**The task:**
Restrict the output to the lines below starting at the one that contains "socket.off('connect', open);" and ending at the one that contains "return visitors", and restate them word for word, both ends included.

**Task inputs:**

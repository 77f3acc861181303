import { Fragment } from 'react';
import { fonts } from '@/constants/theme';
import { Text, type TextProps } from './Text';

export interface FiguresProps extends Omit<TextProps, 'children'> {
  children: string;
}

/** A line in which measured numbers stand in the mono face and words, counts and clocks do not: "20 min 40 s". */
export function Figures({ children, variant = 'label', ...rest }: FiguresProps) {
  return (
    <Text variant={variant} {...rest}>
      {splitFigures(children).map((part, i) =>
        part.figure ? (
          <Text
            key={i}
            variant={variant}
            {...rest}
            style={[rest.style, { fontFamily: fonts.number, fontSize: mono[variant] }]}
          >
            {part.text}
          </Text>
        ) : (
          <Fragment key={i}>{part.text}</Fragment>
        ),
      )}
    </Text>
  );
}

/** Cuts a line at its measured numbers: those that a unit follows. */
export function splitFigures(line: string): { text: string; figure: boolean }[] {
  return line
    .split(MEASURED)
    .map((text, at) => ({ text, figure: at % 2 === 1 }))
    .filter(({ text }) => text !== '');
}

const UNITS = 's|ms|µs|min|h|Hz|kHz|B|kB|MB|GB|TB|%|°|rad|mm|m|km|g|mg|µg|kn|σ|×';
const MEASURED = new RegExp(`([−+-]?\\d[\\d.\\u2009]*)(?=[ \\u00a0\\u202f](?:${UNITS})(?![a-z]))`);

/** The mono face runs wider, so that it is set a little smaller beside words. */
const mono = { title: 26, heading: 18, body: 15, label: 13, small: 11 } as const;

==

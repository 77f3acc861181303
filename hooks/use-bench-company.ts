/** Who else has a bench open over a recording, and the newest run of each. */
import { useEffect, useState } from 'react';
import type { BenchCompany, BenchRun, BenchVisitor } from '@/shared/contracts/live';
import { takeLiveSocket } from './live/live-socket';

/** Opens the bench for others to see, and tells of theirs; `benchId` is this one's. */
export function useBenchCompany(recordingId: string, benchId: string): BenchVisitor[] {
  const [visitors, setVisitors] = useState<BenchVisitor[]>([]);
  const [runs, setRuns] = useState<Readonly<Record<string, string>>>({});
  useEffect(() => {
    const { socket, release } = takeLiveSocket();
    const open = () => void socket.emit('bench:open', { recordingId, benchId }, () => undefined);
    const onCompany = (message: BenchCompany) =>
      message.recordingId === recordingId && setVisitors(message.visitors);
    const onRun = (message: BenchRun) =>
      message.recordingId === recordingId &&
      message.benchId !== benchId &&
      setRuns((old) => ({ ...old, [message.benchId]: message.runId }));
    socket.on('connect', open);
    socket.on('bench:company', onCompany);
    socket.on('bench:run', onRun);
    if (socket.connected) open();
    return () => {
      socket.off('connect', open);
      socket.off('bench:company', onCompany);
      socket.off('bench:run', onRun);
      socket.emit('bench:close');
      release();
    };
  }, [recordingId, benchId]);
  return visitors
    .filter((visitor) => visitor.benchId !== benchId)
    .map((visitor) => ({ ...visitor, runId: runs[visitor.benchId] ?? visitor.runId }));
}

**Response area:**
      socket.off('connect', open);
      socket.off('bench:company', onCompany);
      socket.off('bench:run', onRun);
      socket.emit('bench:close');
      release();
    };
  }, [recordingId, benchId]);
  return visitors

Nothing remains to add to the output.